My name is Songyin Wu (吴松隐). I am a Ph.D. student at the University of California, Santa Barbara, advised by Prof. Lingqi Yan. My research mainly focuses on rendering. I’m especially interested in exploring novel representations for efficient real-time rendering.
BSc in Computer Science, 2017 ~ 2021
Turing Class, Peking University
Ph.D. Student in Computer Science, 2022 ~ now
University of California, Santa Barbara
We introduce ExtraSS, a novel framework that combines spatial super sampling and frame extrapolation to enhance real-time rendering performance. By integrating these techniques, our approach achieves a balance between performance and quality, generating temporally stable and high-quality, high-resolution results. Leveraging lightweight modules on warping and the ExtraSSNet for refinement, we exploit spatial-temporal information, improve rendering sharpness, handle moving shadings accurately, and generate temporally stable results.
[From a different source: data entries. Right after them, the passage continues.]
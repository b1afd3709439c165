// Results per contrast: the plain sentence, the numbers (pooled estimate and interval,
// prediction interval, chances, tau², I², Q), the forest plot, moderators and sensitivity.
// With many trials the forest plot shows the heaviest-weighted ones and a sentence describes the
// spread of all of them; the appendix lists them all.
import type { CompactAnalysisReport } from '../../../api/analysis/report.js';
import type { ForestRow } from '../../charts/chartData.js';
import { decimalsFromSe, esc, finite, num, sigDecimals, table, type Section } from '../markup.js';
import { trialSummaries, type ReportCharts } from '../reportInput.js';
import { contrastSentence } from './summarySentences.js';
import { trialSpreadSentence } from './trialSpread.js';

/** Trials drawn in a forest plot; beyond this the heaviest-weighted are drawn and the rest summarised. */
export const FOREST_MAX_ROWS = 45;

export function forestRows(a: CompactAnalysisReport, i: number): { rows: ForestRow[]; total: number } {
  const p = a.twoStage.pooled[i];
  const share = new Map<string, number>();
  p.weights.trial.forEach((t, j) => share.set(t, p.weights.share[j]));
  const rows: ForestRow[] = [];
  for (const { entry } of trialSummaries(a)) {
    const c = entry.contrasts.find((x) => x.name === p.name);
    if (!c || !c.estimable || !finite(c.estimate) || !finite(c.lower) || !finite(c.upper)) continue;
    rows.push({ trial: entry.trial, site: entry.site ?? '', year: entry.year ?? '', estimate: c.estimate, lower: c.lower, upper: c.upper, weightShare: share.get(entry.trial) ?? 0 });
  }
  const total = rows.length;
  const kept = total > FOREST_MAX_ROWS ? [...rows].sort((x, y) => y.weightShare - x.weightShare).slice(0, FOREST_MAX_ROWS) : rows;
  kept.sort((x, y) => String(x.year).localeCompare(String(y.year)) || x.site.localeCompare(y.site));
  return { rows: kept, total };
}

function moderatorsHtml(a: CompactAnalysisReport, i: number): string {
  const mr = a.twoStage.pooled[i].metaRegression;
  if (!mr) return '';
  const key = `twoStage.pooled.${i}.metaRegression`;
  const rows = mr.coefficients.map((c, j) => [esc(c.term), num(`${key}.coefficients.${j}.estimate`, c.estimate, decimalsFromSe(c.se) + 1), num(`${key}.coefficients.${j}.se`, c.se, decimalsFromSe(c.se) + 1), num(`${key}.coefficients.${j}.p`, c.p, 3, { p: true })]);
  const test = mr.moderatorTest;
  return `<h4>Moderators</h4>${table(['Term', 'Coefficient', 'SE', 'p'], rows, 'narrow')}<p>Joint test of the moderators: p ${num(`${key}.moderatorTest.p`, test?.p, 3, { p: true })}; tau² left unexplained ${num(`${key}.residualTau2`, mr.residualTau2, sigDecimals(mr.residualTau2))}, share of tau² explained ${num(`${key}.tau2Explained`, mr.tau2Explained, 0, { percent: true })}. A moderator that explains little is no reason to give different advice by site.</p>`;
}

function sensitivityHtml(a: CompactAnalysisReport, i: number, d: number): string {
  const loo = a.twoStage.pooled[i].sensitivity.leaveOneOut;
  if (!loo || loo.estimate.length === 0) return '';
  const est = loo.estimate.map((e) => (finite(e) ? e : Number.NaN));
  let lo = 0;
  let hi = 0;
  est.forEach((e, j) => {
    if (e < est[lo]) lo = j;
    if (e > est[hi]) hi = j;
  });
  const key = `twoStage.pooled.${i}.sensitivity.leaveOneOut.estimate`;
  return `<h4>Sensitivity</h4><p>Leaving out one trial at a time, the pooled estimate ranges from ${num(`${key}.${lo}`, est[lo], d)} (without ${esc(loo.trial[lo])}) to ${num(`${key}.${hi}`, est[hi], d)} (without ${esc(loo.trial[hi])}): no single trial carries the result${Math.abs(est[hi] - est[lo]) > 2 * (a.twoStage.pooled[i].se ?? Infinity) ? ' — except that the range is wider than two standard errors; look at those trials' : ''}.</p>`;
}

export function contrastResults(a: CompactAnalysisReport, i: number, charts: ReportCharts): string {
  const p = a.twoStage.pooled[i];
  const k = `twoStage.pooled.${i}`;
  const unit = a.contrastUnits[p.name] ?? null;
  const d = decimalsFromSe(p.se);
  const rows: string[][] = [
    ['Pooled estimate (interval)', `${num(`${k}.estimate`, p.estimate, d)} (${num(`${k}.lower`, p.lower, d)} to ${num(`${k}.upper`, p.upper, d)})`],
    ['Standard error; p', `${num(`${k}.se`, p.se, d + 1)}; ${num(`${k}.p`, p.p, 3, { p: true })}`],
    ['Prediction interval for a new site', `${num(`${k}.predictionLower`, p.predictionLower, d)} to ${num(`${k}.predictionUpper`, p.predictionUpper, d)}`],
    ['Chance of a positive effect at a new site', num(`${k}.probPositive`, p.probPositive, 0, { percent: true })],
    [`Chance of more than the break-even (${a.settings.threshold})`, num(`${k}.probAboveThreshold`, p.probAboveThreshold, 0, { percent: true })],
    ['tau² (interval)', `${num(`${k}.tau2`, p.tau2, 4)} (${num(`${k}.tau2Lower`, p.tau2Lower, 4)} to ${num(`${k}.tau2Upper`, p.tau2Upper, 4)})`],
    ['I²; Q (df, p)', `${num(`${k}.I2`, p.I2, 1, { percent: true })}; ${num(`${k}.Q`, p.Q, 2)} (${num(`${k}.Qdf`, p.Qdf, 0)}, ${num(`${k}.Qp`, p.Qp, 3, { p: true })})`],
    ['Trials pooled', num(`${k}.k`, p.k, 0)],
  ];
  const { rows: fr, total } = forestRows(a, i);
  const forest = charts.forest({
    rows: fr,
    pooled: finite(p.estimate) && finite(p.lower) && finite(p.upper) ? { estimate: p.estimate, lower: p.lower, upper: p.upper } : null,
    prediction: finite(p.predictionLower) && finite(p.predictionUpper) ? { lower: p.predictionLower, upper: p.predictionUpper } : null,
    threshold: a.settings.threshold,
    unit,
    width: 680,
    decimals: d,
  });
  const shown = fr.length < total ? ` Showing the ${fr.length} trials with the largest weight of ${total}; Appendix A lists every trial.` : '';
  const leftOut = p.leftOut.length ? `<p class="note">Left out of this pool: ${p.leftOut.map(esc).join('; ')}.</p>` : '';
  return `<div class="contrast" id="contrast-${esc(p.name)}"><h3>${esc(p.name)}${unit ? ` (${esc(unit)})` : ''}</h3>${contrastSentence(a, i)}${table(['Quantity', 'Value'], rows, 'narrow keyvals')}<figure class="chart">${forest}<figcaption>Forest plot for ${esc(p.name)}: each trial's estimate with its ${Math.round(a.settings.confidence * 100)}% interval (square area proportional to its weight), the pooled mean (diamond) and the prediction for a new site (dashed bar).${shown}</figcaption></figure>${trialSpreadSentence(a, i, d)}${leftOut}${moderatorsHtml(a, i)}${sensitivityHtml(a, i, d)}</div>`;
}

export function resultsSection(a: CompactAnalysisReport, charts: ReportCharts): Section {
  return { id: 'results', title: 'Results by contrast', html: a.twoStage.pooled.map((_, i) => contrastResults(a, i, charts)).join('\n'), newPage: true };
}
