// A treatment replicated within a block (a central point repeated, as fractional and
// central-point designs do): accepted with a plot column, and analysed as R's lm does
// (lm(y ~ 0 + trt + block), sum-to-zero blocks; estimate and SE to 1e-8). Without a plot
// column the repeat cannot be told from a plot listed twice, and the error says what to map.
import { mkdtempSync, rmSync, writeFileSync } from 'node:fs';
import { tmpdir } from 'node:os';
import { join } from 'node:path';
import { afterAll, describe, expect, it } from 'vitest';
import { runAnalysisFromSource } from '../../../src/api/analysis/fromSource.js';
import { mulberry32 } from '../../../src/engine/stats/random.js';
import { analysisSpecSchema } from '../../../src/spec/analysisSpec.js';
import { runR } from '../../support/rscript.js';

const dir = mkdtempSync(join(tmpdir(), 'manyfield-replicated-'));
afterAll(() => rmSync(dir, { recursive: true, force: true }));

function csv(): string {
  const u = mulberry32(31);
  const lines = ['env,block,plot,trt,rate,y'];
  for (const env of ['E1', 'E2', 'E3']) {
    for (let block = 1; block <= 3; block++) {
      // M (the central rate) three times in every block
      const plan: [string, number][] = [['CTL', 0], ['L', 50], ['M', 100], ['M', 100], ['M', 100], ['H', 150]];
      plan.forEach(([trt, rate], k) => lines.push(`${env},${block},${block * 100 + k + 1},${trt},${rate},${(5 + 0.02 * rate - 0.00005 * rate * rate + 0.2 * block + u()).toFixed(6)}`));
    }
  }
  return `${lines.join('\n')}\n`;
}

const base = { trait: 'y', control: 'CTL', contrasts: [{ name: 'rate_linear', trend: 'rate', degree: 1 }], oneStage: null };

describe('a treatment replicated within a block', () => {
  it('is accepted when a plot column is mapped and analysed as R lm does (1e-8)', async () => {
    const text = csv();
    writeFileSync(join(dir, 'rep.csv'), text);
    const spec = analysisSpecSchema.parse({ ...base, columns: { trial: 'env', block: 'block', plot: 'plot', treatment: 'trt', response: 'y', factors: { rate: 'rate' } } });
    const report = await runAnalysisFromSource({ data: join(dir, 'rep.csv'), spec, save: false });
    const r = runR(String.raw`
d <- read.csv('data.csv', stringsAsFactors = FALSE)
for (e in sort(unique(d$env))) {
  de <- d[d$env == e, ]; info <- unique(de[, c('trt', 'rate')]); info <- info[order(info$trt), ]
  de$trt <- factor(de$trt, levels = info$trt)
  m <- lm(y ~ 0 + trt + factor(block), data = de, contrasts = list('factor(block)' = 'contr.sum'))
  x <- info$rate; cf <- (x - mean(x)) / sum((x - mean(x))^2)
  b <- coef(m)[paste0('trt', info$trt)]; V <- vcov(m)[paste0('trt', info$trt), paste0('trt', info$trt)]
  emit(paste0('est_', e), sum(cf * b)); emit(paste0('se_', e), sqrt(sum(cf * (V %*% cf)))); emit(paste0('n_', e), nrow(de))
}`, { 'data.csv': text });
    for (const t of report.twoStage.trials) {
      const c = t.contrasts[0] as { estimate?: number; se?: number };
      expect('n' in t ? t.n : 0).toBe(r.values[`n_${t.trial}`]);
      expect(Math.abs((c.estimate as number) - r.values[`est_${t.trial}`])).toBeLessThan(1e-8);
      expect(Math.abs((c.se as number) - r.values[`se_${t.trial}`])).toBeLessThan(1e-8);
    }
  });

  it('without a plot column is refused with the advice to map it', async () => {
    writeFileSync(join(dir, 'rep2.csv'), csv());
    const spec = analysisSpecSchema.parse({ ...base, columns: { trial: 'env', block: 'block', treatment: 'trt', response: 'y', factors: { rate: 'rate' } } });
    await expect(runAnalysisFromSource({ data: join(dir, 'rep2.csv'), spec, save: false })).rejects.toThrow(/rep2.csv, row 5, column "block", value "1": trial "E1" already has block "1" and treatment "M" on row 4; if the treatment is replicated within the block .*map the plot column \(columns\.plot\)/);
  });
});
Computational costs are significantly reduced compared to traditional rendering methods, enabling higher frame rates and alias-free high resolution results.
We proposed a neural network approach for microfacet material energy compensation. Our method only takes roughness and F0 parameters for GGX model and predicts energy compensated BRDF values. The model is very effective in the inference stage, and can handle isotropic/anisotropic, colored materials.